The New Digital Status Symbol
If you want to know how much you matter in 2026, don't check your Google search results. Check your weight.
That is the premise behind In the Weights, a new project from former OpenAI engineers Thomas Dimson and Joey Flynn. The site doesn't crawl the web for your LinkedIn profile or your latest byline. Instead, it queries a suite of large language models—including GPT-4o, Claude 3.5, Gemini, and Grok—to see if you exist within their internal parameters. If the models can recall who you are without reaching for a live search tool, you are officially "in the weights."
It is a digital vanity search for the post-Google era, and it is already turning into a high-stakes game of social comparison.
How the Scoring Works
The mechanics are deceptively simple. When you enter a name, the site prompts a variety of LLMs with a request: "Who is [Name]? Give up to 10 results, each with a short description and confidence." The system then clusters these responses and assigns a "strength score" based on how consistently and accurately the models identify the subject.
For the average user, the results can be jarring. A score of 641 might place you in the top 6 percent of names, but a quick search for a colleague might reveal they are sitting comfortably in the 900s. The leaderboard is currently dominated by cultural titans like Macaulay Culkin and Luciano Pavarotti, who hover near the 988 mark.

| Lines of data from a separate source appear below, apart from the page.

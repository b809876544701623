//! Who asks: the person behind the session, their form token, their choice of daylight or dark.

use crate::app::App;
use crate::cookies;
use crate::links;
use crate::page_error::PageError;
use axum::extract::{FromRequestParts, Request, State};
use axum::http::request::Parts;
use axum::middleware::Next;
use axum::response::Response;
use commissioning::people::{Person, Role};
use sha2::{Digest, Sha256};
use std::fmt;
use std::sync::Arc;
use uuid::Uuid;

/// Whoever asks, signed in or not.
#[derive(Clone)]
pub struct Visitor {
    /// The person, when signed in with an account that works.
    pub person: Option<Arc<Person>>,
    /// What every form of theirs must carry.
    pub form_token: String,
    /// Daylight, dark, or as the system says.
    pub theme: Theme,
    /// The address asked for, to come back to.
    pub path: String,
    ids: Arc<dyn Fn() -> Uuid + Send + Sync>,
}

impl fmt::Debug for Visitor {
    fn fmt(&self, f: &mut fmt::Formatter<'_>) -> fmt::Result {
        f.debug_struct("Visitor").field("person", &self.person.as_ref().map(|p| p.id)).finish_non_exhaustive()
    }
}

/// A visitor who is signed in.
#[derive(Clone, Debug)]
pub struct Signed {
    /// As whom.
    pub person: Arc<Person>,
    /// With what.
    pub visitor: Visitor,
}

/// Daylight or dark.
#[derive(Clone, Copy, Debug, PartialEq, Eq)]
pub enum Theme {
    /// As the system says.
    System,
    /// Daylight.
    Light,
    /// Dark.
    Dark,
}

impl Theme {
    /// As cookie, form and stylesheet name it.
    #[must_use]
    pub const fn key(self) -> &'static str {
        match self {
            Self::System => "system",
            Self::Light => "light",
            Self::Dark => "dark",
        }
    }

    /// From that name; anything else follows the system.
    #[must_use]
    pub fn from_key(key: &str) -> Self {
        match key {
            "light" => Self::Light,
            "dark" => Self::Dark,
            _ => Self::System,
        }
    }
}

impl Visitor {
    /// A fresh act id for a form about to be shown.
    #[must_use]
    pub fn fresh_act(&self) -> Uuid {
        (self.ids)()
    }

    /// Whether they hold one of these roles.
    #[must_use]
    pub fn is_any(&self, roles: &[Role]) -> bool {
        self.person.as_ref().is_some_and(|p| roles.iter().any(|r| p.is(*r)))
    }
}

/// The form token that goes with a cookie: nobody who lacks the cookie can make it, and it does not give the cookie away.
#[must_use]
pub fn form_token(cookie: &str) -> String {
    let mut hasher = Sha256::new();
    hasher.update(b"asleft form token\n");
    hasher.update(cookie.as_bytes());
    commissioning::journal::chain::hexadecimal(&hasher.finalize())
}

/// Finds out who asks and leaves it in the request for the extractors; renders page errors on the way out, once, here.
pub async fn recognise(State(app): State<App>, mut request: Request, next: Next) -> Response {
    let jar = cookies::read(request.headers(), app.secure);
    let (visit, fresh) = match &jar.visit {
        Some(visit) => (visit.clone(), false),
        None => (cookies::fresh_token(), true),
    };
    let person = match &jar.session {
        Some(token) => crate::sessions::person(&app, token).await,
        None => Ok(None),
    };
    let (person, trouble) = match person {
        Ok(person) => (person, None),
        Err(fault) => (None, Some(fault)),
    };
    // Bound to the session once there is one: a token from before sign-in is worth nothing after it.
    let bound = match (&person, &jar.session) {
        (Some(_), Some(session)) => session.clone(),
        _ => visit.clone(),
    };
    let path = request.uri().path_and_query().map_or("/", |p| p.as_str()).to_owned();
    let visitor = Visitor { person, form_token: form_token(&bound), theme: jar.theme, path, ids: Arc::clone(&app.ids) };
    request.extensions_mut().insert(visitor.clone());
    let mut response = match trouble {
        Some(fault) => axum::response::IntoResponse::into_response(fault),
        None => next.run(request).await,
    };
    if let Some(fault) = response.extensions_mut().remove::<Arc<PageError>>() {
        response = crate::error_page::render(&app, &visitor, &fault);
    }
    if fresh {
        cookies::add(&mut response, &cookies::visit(&visit, app.secure));
    }
    response
}

impl<S: Send + Sync> FromRequestParts<S> for Visitor {
    type Rejection = PageError;

    async fn from_request_parts(parts: &mut Parts, _: &S) -> Result<Self, Self::Rejection> {
        parts.extensions.get::<Self>().cloned().ok_or_else(|| PageError::broken("the request was not recognised first"))
    }
}

impl<S: Send + Sync> FromRequestParts<S> for Signed {
    type Rejection = PageError;

    async fn from_request_parts(parts: &mut Parts, state: &S) -> Result<Self, Self::Rejection> {
        let visitor = Visitor::from_request_parts(parts, state).await?;
        match &visitor.person {
            Some(person) => Ok(Self { person: Arc::clone(person), visitor }),
            None => Err(PageError::SignInFirst { sign_in: links::sign_in(Some(&visitor.path)) }),
        }
    }
}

But the real value isn't just the score; it is the exposure of model bias. The platform highlights which models hallucinate, which ones are confused by ambiguous names, and which ones simply have no idea who you are. It is a raw look at the "knowledge" contained within the black boxes of modern AI.
Why the Old Vanity Search is Dying
Dimson and Flynn, who joined OpenAI following the acquisition of their startup Global Illumination, built the tool to capture a shift in how information is consumed. As traffic moves away from traditional search engines and toward LLM-based interfaces, the "canonical" source of truth is no longer a blue link. It is the model's training data.
"Google vanity searches are the wrong objective in 2026 as more traffic moves to LLMs," Dimson told TechCrunch. "So many lives are encoded somehow in a bunch of floating point numbers inside the AI brain."
Critics, such as AI researcher Anthony Moser, have pointed out that the tool is essentially just a wrapper for asking 13 chatbots the same question. Yet, the project has struck a nerve. It taps into a primal human desire to see if we have been "remembered" by the machines that are increasingly shaping our reality.
What This Means for Your Digital Footprint
For the average person, being "in the weights" is becoming a proxy for relevance. If you aren't in the model, you are effectively invisible to the next generation of AI-powered assistants.
Dimson plans to expand the project to analyze why certain models favor specific demographics and to identify individuals who are culturally significant enough to warrant a Wikipedia article but remain absent from the training sets of major models.
Key Takeaways
- Beyond Google: The project highlights that LLM training data is becoming the new canonical source of truth for public figures and professionals.
- Statistical Reality: Your "strength score" is a measure of how deeply your digital footprint has permeated the training sets of major AI models, not your actual popularity.
- Model Bias: The platform exposes significant discrepancies between models, showing that "knowledge" is not uniform across different AI architectures.
The Next Frontier of Relevance
For now, In the Weights is a curiosity—a Nintendo-inspired, retro-styled experiment that turns existential dread into a leaderboard. But as these models become the primary interface for information, the question of who gets encoded into the "AI brain" will move from a fun party trick to a serious concern for public figures, journalists, and anyone concerned with their digital legacy.
Watch for the next update from the team, which promises to dive deeper into the specific biases of individual models. By then, the question won't be whether you are in the weights, but how much the models actually know about you.